1 files changed, 26 insertions, 0 deletions
diff --git a/research/flossing/report_bundle_20260603/tables/meeting_figures_v2_report.md b/research/flossing/report_bundle_20260603/tables/meeting_figures_v2_report.md
new file mode 100644
index 0000000..5158c99
--- /dev/null
+++ b/research/flossing/report_bundle_20260603/tables/meeting_figures_v2_report.md
@@ -0,0 +1,26 @@
+# Meeting Figures v2
+
+## Figure Strategy
+
+0. `fig0_motivation_lambda1_success_failure_hrm_trm.png`: first-exponent success/failure distribution in HRM and TRM. This motivates chaos as a detector before introducing the method.
+1. `fig1_hrm_trm_training_curves.png`: performance over training for HRM and TRM. This answers whether the method improves accuracy and where best/final are.
+2. `fig2_accuracy_vs_chaotic_volume_phase.png`: phase view, with accuracy versus mean top-8 Lyapunov exponent. This answers whether better checkpoints are dynamically more stable.

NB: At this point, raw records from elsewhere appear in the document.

/* SPDX-License-Identifier: GPL-3.0-or-later */
/* Strict reading and exact writing of JSON; see json.h. The scanner runs over the bytes before
 * cJSON does, so that cJSON only ever sees text that RFC 8259 allows. */
#include "json.h"

#include <math.h>
#include <stdarg.h>
#include <stdlib.h>
#include <string.h>

typedef struct scan {
    const char *data;
    size_t len;
    size_t at;
    size_t values;
    int depth;
    lwc_json_fault *fault;
} scan;

static bool scan_value(scan *s);

static bool fail(scan *s, const char *format, ...) LWC_PRINTF(2, 3);
static bool fail(scan *s, const char *format, ...)
{
    va_list args;
    va_start(args, format);
    (void)vsnprintf(s->fault->what, sizeof s->fault->what, format, args);
    va_end(args);
    s->fault->offset = s->at;
    s->fault->line = 1;
    s->fault->column = 1;
    for (size_t i = 0; i < s->at && i < s->len; i++) {
        bool line_end = s->data[i] == '\n';
        s->fault->line += line_end;
        s->fault->column = line_end ? 1 : s->fault->column + 1;
    }
    return false;
}

static int peek(const scan *s)
{
    return s->at < s->len ? (unsigned char)s->data[s->at] : -1;
}

static void skip_blanks(scan *s)
{
    while (s->at < s->len && strchr(" \t\r\n", s->data[s->at]) != NULL && s->data[s->at] != '\0') {
        s->at++;
    }
}

static bool fail_expected(scan *s, const char *expected)
{
    int c = peek(s);
    if (c < 0) {
        return fail(s, "expected %s, but the text ends here", expected);
    }
    if (c > 0x20 && c < 0x7f) {
        return fail(s, "expected %s, got '%c'", expected, c);
    }
    return fail(s, "expected %s, got byte 0x%02x", expected, (unsigned)c);
}

static bool scan_digits(scan *s)
{
    size_t start = s->at;
    while (peek(s) >= '0' && peek(s) <= '9') {
        s->at++;
    }
    return s->at > start || fail_expected(s, "a digit");
}

static bool scan_number(scan *s)
{
    size_t start = s->at;
    s->at += peek(s) == '-';
    if (peek(s) == '0') {
        s->at++;
    } else if (!scan_digits(s)) {
        return false;
    }
    if (peek(s) == '.') {
        s->at++;
        if (!scan_digits(s)) {
            return false;
        }
    }
    if (peek(s) == 'e' || peek(s) == 'E') {
        s->at++;
        s->at += peek(s) == '+' || peek(s) == '-';
        if (!scan_digits(s)) {
            return false;
        }
    }
    char copy[64]; /* cJSON reads at most 63 characters of a number */
    size_t len = s->at - start;
    if (len >= sizeof copy) {
        s->at = start;
        return fail(s, "expected a number of at most 63 characters, got %zu", len);
    }
    memcpy(copy, s->data + start, len);
    copy[len] = '\0';
    if (!isfinite(strtod(copy, NULL))) {
        s->at = start;
        return fail(s, "expected a number below 1.8e308, got %s", copy);
    }
    return true;
}

/* Reads four hexadecimal digits; -1 after a fault. */
static long scan_hex4(scan *s)
{
    long value = 0;
    for (int i = 0; i < 4; i++) {
        int c = peek(s);
        if (c >= '0' && c <= '9') {
            value = value * 16 + (c - '0');
        } else if ((c | 0x20) >= 'a' && (c | 0x20) <= 'f' && c > 0) {
            value = value * 16 + ((c | 0x20) - 'a' + 10);
        } else {
            (void)fail_expected(s, "a hexadecimal digit");
            return -1;
        }
        s->at++;
    }
    return value;
}

static bool scan_escape(scan *s)
{
    s->at++;
    int c = peek(s);
    if (c > 0 && strchr("\"\\/bfnrt", c) != NULL) {
        s->at++;
        return true;
    }
    if (c != 'u') {
        return fail_expected(s, "one of \" \\ / b f n r t u after the backslash");
    }
    s->at++;
    long unit = scan_hex4(s);
    if (unit < 0) {
        return false;
    }
    if (unit == 0) {
        return fail(s, "the character \\u0000 is not allowed in a string");
    }
    if (unit >= 0xdc00 && unit <= 0xdfff) {
        return fail(s, "half of a surrogate pair in a string");
    }
    if (unit >= 0xd800 && unit <= 0xdbff) {
        if (s->len - s->at < 2 || s->data[s->at] != '\\' || s->data[s->at + 1] != 'u') {
            return fail(s, "half of a surrogate pair in a string");
        }
        s->at += 2;
        unit = scan_hex4(s);
        if (unit < 0) {
            return false;
        }
        if (unit < 0xdc00 || unit > 0xdfff) {
            return fail(s, "half of a surrogate pair in a string");
        }
    }
    return true;
}

static bool scan_utf8(scan *s)
{
    size_t len = lwc_utf8_length(s->data + s->at, s->len - s->at);
    if (len == 0) {
        return fail(s, "expected UTF-8 text, got byte 0x%02x", (unsigned)peek(s));
    }
    s->at += len;
    return true;
}

static bool scan_string(scan *s)
{
    s->at++;
    for (;;) {
        int c = peek(s);
        if (c < 0) {
            return fail(s, "expected the closing quote of a string, but the text ends here");
        }
        if (c == '"') {
            s->at++;
            return true;
        }
        if (c < 0x20) {
            return fail(s, "a raw control character (byte 0x%02x) stands in a string", (unsigned)c);
        }
        if (c == '\\') {
            if (!scan_escape(s)) {
                return false;
            }
        } else if (c >= 0x80) {
            if (!scan_utf8(s)) {
                return false;
            }
        } else {
            s->at++;
        }
    }
}

static bool scan_word(scan *s, const char *word)
{
    size_t len = strlen(word);
    if (s->len - s->at < len || memcmp(s->data + s->at, word, len) != 0) {
        return fail(s, "expected a value; words are true, false and null, in lower case");
    }
    s->at += len;
    return true;
}

static bool scan_member_name(scan *s)
{
    skip_blanks(s);
    if (peek(s) != '"') {
        return fail_expected(s, "a member name in quotes");
    }
    if (!scan_string(s)) {
        return false;
    }
    skip_blanks(s);
    if (peek(s) != ':') {
        return fail_expected(s, "':' after a member name");
    }
    s->at++;
    return true;
}

/* Object or array, told by its opening character. */
static bool scan_group(scan *s, bool object)
{
    char close = object ? '}' : ']';
    if (s->depth >= LWC_JSON_DEPTH_MAX) {
        return fail(s, "nested deeper than %d levels", LWC_JSON_DEPTH_MAX);
    }
    s->depth++;
    s->at++;
    skip_blanks(s);
    if (peek(s) == close) {
        s->at++;
        s->depth--;
        return true;
    }
    for (;;) {
        if ((object && !scan_member_name(s)) || !scan_value(s)) {
            return false;
        }
        skip_blanks(s);
        int c = peek(s);
        if (c == close) {
            s->at++;
            s->depth--;
            return true;
        }
        if (c != ',') {
            return fail_expected(s, object ? "',' or '}'" : "',' or ']'");
        }
        s->at++;
    }
}

static bool scan_value(scan *s)
{
    skip_blanks(s);
    if (++s->values > LWC_JSON_VALUES_MAX) {
        return fail(s, "more than %d values", LWC_JSON_VALUES_MAX);
    }
    int c = peek(s);
    switch (c) {
    case '{':
        return scan_group(s, true);
    case '[':
        return scan_group(s, false);
    case '"':
        return scan_string(s);
    case 't':
        return scan_word(s, "true");
    case 'f':
        return scan_word(s, "false");
    case 'n':
        return scan_word(s, "null");
    default:
        return c == '-' || (c >= '0' && c <= '9') ? scan_number(s) : fail_expected(s, "a value");
    }
}

static int by_name(const void *a, const void *b)
{
    const cJSON *const *left = a;
    const cJSON *const *right = b;
    return strcmp((*left)->string, (*right)->string);
}

/* Name of a member that stands twice in one object somewhere in the tree, or NULL. */
static const char *doubled_name(const cJSON *item)
{
    size_t count = 0;
    const cJSON *child = NULL;
    cJSON_ArrayForEach(child, item)
    {
        const char *deeper = doubled_name(child);
        if (deeper != NULL) {
            return deeper;
        }
        count++;
    }
    if (!cJSON_IsObject(item) || count < 2) {
        return NULL;
    }
    const cJSON **sorted = lwc_grow(NULL, count * sizeof(*sorted));
    size_t n = 0;
    cJSON_ArrayForEach(child, item)
    {
        sorted[n++] = child;
    }
    qsort(sorted, n, sizeof(*sorted), by_name);
    const char *found = NULL;
    for (size_t i = 1; i < n && found == NULL; i++) {
        if (strcmp(sorted[i - 1]->string, sorted[i]->string) == 0) {
            found = sorted[i]->string;
        }
    }
    free(sorted);
    return found;
}

cJSON *lwc_json_parse(const char *data, size_t len, lwc_json_fault *fault)
{
    scan s = {.data = data, .len = len, .fault = fault};
    *fault = (lwc_json_fault){0};
    if (!scan_value(&s)) {
        return NULL;
    }
    skip_blanks(&s);
    if (s.at != s.len) {
        (void)fail_expected(&s, "nothing more after the value");
        return NULL;
    }
    cJSON *tree = cJSON_ParseWithLength(data, len);
    if (tree == NULL) {
        s.at = 0;
        (void)fail(&s, "not enough memory for this text");
        return NULL;
    }
    const char *doubled = doubled_name(tree);
    if (doubled != NULL) {
        s.at = 0;
        lwc_text name = {0};
        lwc_text_safe(&name, doubled, strlen(doubled));
        (void)fail(&s, "the member \"%.64s\" stands twice in one object",
                   lwc_text_string(&name));
        lwc_text_clear(&name);
        cJSON_Delete(tree);
        return NULL;
    }
    return tree;
}

const cJSON *lwc_json_get(const cJSON *object, const char *name)
{
    return cJSON_IsObject(object) ? cJSON_GetObjectItemCaseSensitive(object, name) : NULL;
}

const char *lwc_json_string(const cJSON *object, const char *name)
{
    const cJSON *item = lwc_json_get(object, name);
    return cJSON_IsString(item) ? item->valuestring : NULL;
}

bool lwc_json_number(const cJSON *object, const char *name, double *out)
{
    const cJSON *item = lwc_json_get(object, name);
    if (!cJSON_IsNumber(item)) {
        return false;
    }
    *out = item->valuedouble;
    return true;
}

bool lwc_json_is_true(const cJSON *object, const char *name)
{
    return cJSON_IsTrue(lwc_json_get(object, name)) != 0;
}

void lwc_json_drop(cJSON *object, const char *name)
{
    if (cJSON_IsObject(object)) {
        cJSON_DeleteItemFromObjectCaseSensitive(object, name);
    }
}

/* cJSON returns NULL when memory runs out; there is nothing sensible to go on with. */
static cJSON *need(cJSON *item)
{
    if (item == NULL) {
        lwc_complain("out of memory");
        exit(LWC_EXIT_ERROR);
    }
    return item;
}

cJSON *lwc_json_object(void)
{
    return need(cJSON_CreateObject());
}

void lwc_json_put(cJSON *object, const char *name, cJSON *item)
{
    if (!cJSON_AddItemToObject(object, name, need(item))) {
        (void)need(NULL);
    }
}

void lwc_json_put_string(cJSON *object, const char *name, const char *string)
{
    lwc_json_put(object, name, cJSON_CreateString(string));
}

void lwc_json_put_number(cJSON *object, const char *name, double value)
{
    lwc_json_put(object, name, cJSON_CreateNumber(value));
}

cJSON *lwc_json_copy(const cJSON *item)
{
    return need(cJSON_Duplicate(item, 1));
}

cJSON *lwc_json_room(cJSON *object, const char *name)
{
    cJSON *room = cJSON_GetObjectItemCaseSensitive(object, name);
    if (room == NULL) {
        room = lwc_json_object();
        lwc_json_put(object, name, room);
    }
    return room;
}

void lwc_json_write_string(lwc_text *out, const char *string)
{
    lwc_text_putc(out, '"');
    for (const char *p = string; *p != '\0'; p++) {
        unsigned char c = (unsigned char)*p;
        if (c == '"' || c == '\\') {
            lwc_text_putc(out, '\\');
            lwc_text_putc(out, (char)c);
        } else if (c < 0x20 || c == 0x7f) {
            lwc_text_printf(out, "\\u%04x", (unsigned)c);
        } else {
            lwc_text_putc(out, (char)c);
        }
    }
    lwc_text_putc(out, '"');
}

void lwc_json_write(lwc_text *out, const cJSON *item)
{
    if (cJSON_IsObject(item) || cJSON_IsArray(item)) {
        bool object = cJSON_IsObject(item);
        lwc_text_putc(out, object ? '{' : '[');
        const cJSON *child = NULL;
        cJSON_ArrayForEach(child, item)
        {
            if (child != item->child) {
                lwc_text_putc(out, ',');
            }
            if (object) {
                lwc_json_write_string(out, child->string);
                lwc_text_putc(out, ':');
            }
            lwc_json_write(out, child);
        }
        lwc_text_putc(out, object ? '}' : ']');
    } else if (cJSON_IsString(item)) {
        lwc_json_write_string(out, item->valuestring);
    } else if (cJSON_IsNumber(item)) {
        lwc_text_exact(out, item->valuedouble);
    } else {
        lwc_text_puts(out, cJSON_IsTrue(item) ? "true" : cJSON_IsFalse(item) ? "false" : "null");
    }
}

void lwc_pointer_add(lwc_text *pointer, const char *name)
{
    lwc_text_putc(pointer, '/');
    for (const char *p = name; *p != '\0'; p++) {
        if (*p == '~' || *p == '/') {
            lwc_text_puts(pointer, *p == '~' ? "~0" : "~1");
        } else {
            lwc_text_putc(pointer, *p);
        }
    }
}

+3. `fig3_hrm_trm_success_failure_spectra.png`: full success/failure spectrum separation for HRM and TRM best checkpoints. This extends Fig0 beyond λ1.
+4. `fig4_ptrm_same_subset_comparison.png`: PTRM same-subset result. This is a secondary inference-time story.
+5. `fig5_qhead_vs_lambda1_ptrm.png`: PTRM Q-head halt logit versus finite-difference stability proxy `-lambda_1`. The bottom row isolates mixed problems where trajectory selection actually matters.
+
+## Key Numbers
+
+- HRM baseline best: 0.5265 exact. HRM multi4 best: 0.6443 exact. HRM multi4 final: 0.4624 exact.
+- TRM baseline best: 0.8686 exact. TRM multi4 best: 0.8965 exact. TRM multi4 final: 0.8351 exact.
+- HRM multi4 best dynamics sample: mean top-8 exponent -0.1122; final -0.0407.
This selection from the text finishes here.